The Federal Trade Commission announced proposed revisions to its Guides for the Use of Environmental Marketing Claims. Jon Leibowitz, chairman of the FTC, says the “Green Guides,” which were last revised in 1998, are designed to help businesses avoid making misleading environmental claims and that also helps consumers.

Mitchell Katz, in the FTC’s Office of Public Affairs, told DWM magazine that the Green Guides are not just for companies marketing to the final end user of the product, but also companies marketing to other companies that will be buying and using the products.

FTC commissioner Julie Brill said there are several new components on environmental claims within the proposed revisions.

“When the guides were last revised many environmental claims we see in the market today didn’t even exist,” said Brill. “Our proposed guides address three of the most popular new types of claims.”

These three new claims are:

Made with renewable materials.
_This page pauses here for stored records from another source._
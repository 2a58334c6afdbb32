import type { MessagePort } from "node:worker_threads";
import type { JointDesign } from "@/features/analysis/core/design";
import type { DesignIssue } from "@/features/analysis/core/validate";
import type { SuggestionRequest } from "@/features/analysis/core/suggest/request";

// What the request thread sends to an analysis worker and what comes back (structured clone).
// Shared by the pool (server/analysis/pool.ts) and the worker (analysis-worker.ts), which is
// bundled on its own by scripts/build-workers.mjs and so imports nothing but the core and this.

export interface AnalysisTask {
  document: JointDesign;
  /** The worker posts one message here when it starts on the task: the time limit runs from then. */
  started: MessagePort;
}

/** A pattern search ("Suggest pattern"): the same worker runs `suggestPatterns` instead. */
export interface SuggestionTask {
  suggestion: SuggestionRequest;
  started: MessagePort;
}

/** Both kinds answer alike: the core's result as JSON text, or the core's refusal. */
export type AnalysisTaskResult =
  /** The result as JSON text, exactly `JSON.stringify(analyzeJoint(document))`. */
  | { ok: true; json: string }
  /** The core refused the design (its DesignRefusedError, rebuilt on the request thread). */
  | { ok: false; prefix: string; issues: DesignIssue[] };
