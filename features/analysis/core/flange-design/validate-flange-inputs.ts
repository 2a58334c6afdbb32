/**
 * Validity of the flange-design inputs (design.flangeDesign, fastener.enteredAllowable): catalogue
 * ids that exist, hub dimensions that make sense, allowables and C factors with a source.
 */
import type { JointDesign } from "../design";
import { getFlangeMaterialById } from "../catalogue/flange-materials";
import { getCoverSketch } from "./flat-cover";

export function validateFlangeInputs(design: JointDesign): { path: string; message: string }[] {
  const out: { path: string; message: string }[] = [];
  const add = (path: string, message: string) => out.push({ path, message });
  const pos = (v: unknown) => typeof v === "number" && Number.isFinite(v) && v > 0;
  const ea = design.fastener.enteredAllowable;
  if (ea) {
    if (!pos(ea.valueMpa)) add("fastener.enteredAllowable.valueMpa", "must be greater than zero");
    if (!ea.source?.trim()) add("fastener.enteredAllowable.source", "name the source of the allowable");
  }
  const f = design.flangeDesign;
  if (!f) return out;
  if (f.hub) {
    if (!pos(f.hub.g0Mm)) add("flangeDesign.hub.g0Mm", "must be greater than zero");
    if (!pos(f.hub.g1Mm)) add("flangeDesign.hub.g1Mm", "must be greater than zero");
    if (!(f.hub.hMm >= 0)) add("flangeDesign.hub.hMm", "must be zero or positive");
    if (f.kind === "integral-hub" && f.hub.g1Mm < f.hub.g0Mm)
      add(
        "flangeDesign.hub.g1Mm",
        "hub thickness at the flange (g1) must not be less than at the small end (g0)",
      );
    if (f.kind === "integral-hub" && !(f.hub.hMm > 0))
      add("flangeDesign.hub.hMm", "a hubbed flange needs a hub length");
  }
  if (f.flangeMaterialId && !getFlangeMaterialById(f.flangeMaterialId))
    add("flangeDesign.flangeMaterialId", `unknown flange material "${f.flangeMaterialId}"`);
  if (f.coverMaterialId && !getFlangeMaterialById(f.coverMaterialId))
    add("flangeDesign.coverMaterialId", `unknown cover material "${f.coverMaterialId}"`);
  for (const k of ["flangeAllowable", "coverAllowable"] as const) {
    const a = f[k];
    if (!a) continue;
    if (!pos(a.designMpa)) add(`flangeDesign.${k}.designMpa`, "must be greater than zero");
    if (!pos(a.ambientMpa)) add(`flangeDesign.${k}.ambientMpa`, "must be greater than zero");
    if (!a.source?.trim()) add(`flangeDesign.${k}.source`, "name the source of the allowable");
  }
  const s = f.coverSketch;
  if (s?.kind === "catalogue" && !getCoverSketch(s.id))
    add("flangeDesign.coverSketch", `unknown cover sketch "${s.id}"`);
  if (s?.kind === "entered") {
    if (!(s.c > 0 && s.c <= 1)) add("flangeDesign.coverSketch.c", "C must be between 0 and 1");
    if (!s.source?.trim()) add("flangeDesign.coverSketch.source", "name the source of C");
  }
  if (f.testPressureMpa !== undefined && f.testPressureMpa !== null && !pos(f.testPressureMpa))
    add("flangeDesign.testPressureMpa", "must be greater than zero");
  return out;
}
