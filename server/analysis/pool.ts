import "server-only";
import { execFileSync } from "node:child_process";
import { existsSync } from "node:fs";
import { availableParallelism } from "node:os";
import path from "node:path";
import { MessageChannel } from "node:worker_threads";
import { Piscina } from "piscina";
import type { JointDesign } from "@/features/analysis/core/design";
import { DesignRefusedError } from "@/features/analysis/core/validate";
import { parseEnvKeys } from "@/server/env";
import { countAnalysisRefusal as countRefusal } from "@/server/metrics/registry";
import type { SuggestionRequest } from "@/features/analysis/core/suggest/request";
import { SuggestionRefusedError } from "@/features/analysis/core/suggest/search";
import type { AnalysisTask, AnalysisTaskResult, SuggestionTask } from "./worker-protocol";

// Every analysis the server computes (the stateless API, saves and creates, submit for review,
// the seed) runs here, on a pool of worker threads (piscina), never on the request thread: a
// heavy analysis occupies one worker while pages, /api/health and other requests go on. Each task
// has a time limit, counted from the moment a worker starts on it; a task past it is stopped by
// terminating its thread, and piscina starts a fresh one. Tasks beyond what the workers can take
// wait in a bounded queue; past that bound a request is refused at once instead of piling up.
// The worker file is the core bundled by scripts/build-workers.mjs (.build/analysis-worker.mjs).

/** The error a route answers with 503 and an action with a refusal: nothing was computed or stored. */
export class AnalysisUnavailableError extends Error {
  override name = "AnalysisUnavailableError";
  constructor(
    message: string,
    readonly reason: "time-limit" | "busy",
  ) {
    super(message);
  }
}

export interface AnalysisPoolOptions {
  /** Worker threads (fixed: all started at once and kept). */
  workers: number;
  /** Longest a task may run in its worker. */
  timeLimitMs: number;
  /** Tasks that may wait for a worker before new ones are refused. */
  maxQueue?: number;
  /** The worker module; the bundled analysis worker by default (tests pass their own). */
  filename?: string;
}

export interface AnalysisPool {
  /** Runs `task` (minus its `started` port, which the pool adds) in a worker. */
  run<R>(task: Record<string, unknown>): Promise<R>;
  readonly options: Readonly<Required<AnalysisPoolOptions>>;
  /** Threads alive now (piscina replaces a terminated one). */
  threadIds(): number[];
  /** Tasks a worker is on, and tasks waiting for one. */
  stats(): { running: number; queued: number };
  close(): Promise<void>;
}

export const ANALYSIS_WORKER_FILE = path.join(process.cwd(), ".build", "analysis-worker.mjs");

/** One fewer than the machine's cores (the request thread keeps one), at least 1. */
export function defaultAnalysisWorkers(cores = availableParallelism()): number {
  return Math.max(1, cores - 1);
}

/**
 * Outside production the worker is rebuilt when a process first needs it, so `next dev`, vitest
 * and the scripts always run the current core; a production process builds it only when
 * missing (`npm run build` and the start and test scripts make it beforehand).
 */
function ensureWorkerFile(production: boolean): void {
  if (production && existsSync(ANALYSIS_WORKER_FILE)) return;
  execFileSync(process.execPath, [path.join(process.cwd(), "scripts", "build-workers.mjs")], {
    stdio: ["ignore", "ignore", "inherit"],
  });
}

function timeLimitMessage(limitMs: number): string {
  const limit = limitMs >= 1000 ? `${limitMs / 1000} s` : `${limitMs} ms`;
  return `The analysis took longer than the server's limit of ${limit} per analysis and was stopped; nothing was stored. Lower the samples per pitch or the heat-map grid, or try again when the server is less busy.`;
}

const BUSY_MESSAGE =
  "The server is busy with other analyses and cannot take this one now; nothing was stored. Try again in a few seconds.";

export function createAnalysisPool(options: AnalysisPoolOptions): AnalysisPool {
  const filled: Required<AnalysisPoolOptions> = {
    filename: ANALYSIS_WORKER_FILE,
    maxQueue: Math.max(16, options.workers * 8),
    ...options,
  };
  const piscina = new Piscina({
    filename: filled.filename,
    minThreads: filled.workers,
    maxThreads: filled.workers,
    idleTimeout: Number.POSITIVE_INFINITY,
    name: "default",
  });
  // A worker whose thread dies mid-task rejects that task; piscina replaces the thread. The
  // event keeps such an exit from being an unhandled 'error' on the pool.
  piscina.on("error", () => {});

  // Counted here rather than with piscina's maxQueue, which stops counting right after a thread
  // was replaced.
  let running = 0;
  let outstanding = 0;
  async function run<R>(task: Record<string, unknown>): Promise<R> {
    if (outstanding >= filled.workers + filled.maxQueue) {
      countRefusal("busy");
      throw new AnalysisUnavailableError(BUSY_MESSAGE, "busy");
    }
    outstanding++;
    const { port1, port2 } = new MessageChannel();
    const controller = new AbortController();
    let timer: NodeJS.Timeout | undefined;
    let timedOut = false;
    let started = false;
    port1.once("message", () => {
      started = true;
      running++;
      timer = setTimeout(() => {
        timedOut = true;
        controller.abort();
      }, filled.timeLimitMs);
    });
    try {
      return (await piscina.run({ ...task, started: port2 } satisfies Partial<AnalysisTask>, {
        transferList: [port2],
        signal: controller.signal,
      })) as R;
    } catch (error) {
      if (timedOut) {
        countRefusal("time-limit");
        throw new AnalysisUnavailableError(timeLimitMessage(filled.timeLimitMs), "time-limit");
      }
      throw error;
    } finally {
      outstanding--;
      clearTimeout(timer);
      port1.close();
      if (started) running--;
    }
  }

  return {
    run,
    options: filled,
    threadIds: () => piscina.threads.map((t) => t.threadId),
    stats: () => ({ running, queued: outstanding - running }),
    close: () => piscina.close({ force: true }),
  };
}

declare global {
  var sealpitchAnalysisPool: AnalysisPool | undefined;
}

/** The process's pool, made on first use from ANALYSIS_WORKERS and ANALYSIS_TIME_LIMIT_MS. */
export function getAnalysisPool(): AnalysisPool {
  if (!globalThis.sealpitchAnalysisPool) {
    const env = parseEnvKeys(["NODE_ENV", "ANALYSIS_WORKERS", "ANALYSIS_TIME_LIMIT_MS"]);
    ensureWorkerFile(env.NODE_ENV === "production");
    globalThis.sealpitchAnalysisPool = createAnalysisPool({
      workers: env.ANALYSIS_WORKERS ?? defaultAnalysisWorkers(),
      timeLimitMs: env.ANALYSIS_TIME_LIMIT_MS,
    });
  }
  return globalThis.sealpitchAnalysisPool;
}

/** The process's pool if one was made (the metrics scrape does not start one). */
export function peekAnalysisPool(): AnalysisPool | undefined {
  return globalThis.sealpitchAnalysisPool;
}

/** Stops the process's pool (scripts and tests; the server keeps it for its lifetime). */
export async function closeAnalysisPool(): Promise<void> {
  const pool = globalThis.sealpitchAnalysisPool;
  globalThis.sealpitchAnalysisPool = undefined;
  await pool?.close();
}

/**
 * `JSON.stringify(analyzeJoint(document))`, computed in a worker: the same text, bit for bit.
 * Throws the core's DesignRefusedError for a design it refuses, AnalysisUnavailableError past the
 * time limit or when every worker and the queue are taken.
 */
export async function analyzeInWorker(document: JointDesign): Promise<string> {
  const outcome = await getAnalysisPool().run<AnalysisTaskResult>({ document });
  if (!outcome.ok) throw new DesignRefusedError(outcome.issues, outcome.prefix);
  return outcome.json;
}

/**
 * `JSON.stringify(suggestPatterns(request))`, computed in a worker under the same time limit as
 * an analysis (a search is many analyses). Throws SuggestionRefusedError for a request the core
 * cannot run, AnalysisUnavailableError past the limit (with a message about narrowing the search)
 * or when the pool is full.
 */
export async function suggestInWorker(request: SuggestionRequest): Promise<string> {
  let outcome: AnalysisTaskResult;
  try {
    outcome = await getAnalysisPool().run<AnalysisTaskResult>({
      suggestion: request,
    } satisfies Omit<SuggestionTask, "started">);
  } catch (error) {
    if (error instanceof AnalysisUnavailableError && error.reason === "time-limit") {
      const ms = getAnalysisPool().options.timeLimitMs;
      const limit = ms >= 1000 ? `${ms / 1000} s` : `${ms} ms`;
      throw new AnalysisUnavailableError(
        `The pattern search took longer than the server's limit of ${limit} and was stopped. Allow fewer sizes, materials or offsets, lower maxAnalyses, or try again when the server is less busy.`,
        "time-limit",
      );
    }
    throw error;
  }
  if (!outcome.ok) throw new SuggestionRefusedError(outcome.issues, outcome.prefix);
  return outcome.json;
}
According to the FTC’s proposal “marketers should qualify claims with specific information about the renewable material (what it is; how it is sourced; why it is renewable), and should qualify renewable materials claims if the item is not made entirely with renewable materials (excluding minor, incidental components);

Made with renewable energy: The FTC says marketers should not make unqualified renewable energy claims if the power used to manufacture any part of the product was derived from fossil fuels. They should also qualify claims by specifying the source of renewable energy (e.g., wind or solar). Additionally, marketers should qualify claims if less than all, or virtually all, of the significant manufacturing processes involved in making the product/package were powered with renewable energy or conventional energy offset by renewable energy certificates (RECs). In addition, marketers that generate renewable energy (e.g., by using solar panels), but sell RECs for all of the renewable energy they generate, should not represent that they use renewable energy; and

Carbon offsets: According to the FTC, marketers should have competent and reliable scientific evidence to support their carbon offset claims, including using appropriate accounting methods to ensure they are properly quantifying emission reductions and are not selling those reductions more than once. Marketers should disclose if the offset purchase funds emission reductions will not occur for two years or longer and they should not advertise a carbon offset if the activity that forms the basis of the offset is already required by law

The FTC is accepting public comments on the proposed changes until December 10, 2010, after which it will decide which changes to make final. Comments can be submitted in paper form by following the instructions in the Request for Comment section of the Federal Register notice as well as electronically.

A summary of the proposed revised guides is available on the FTC’s website.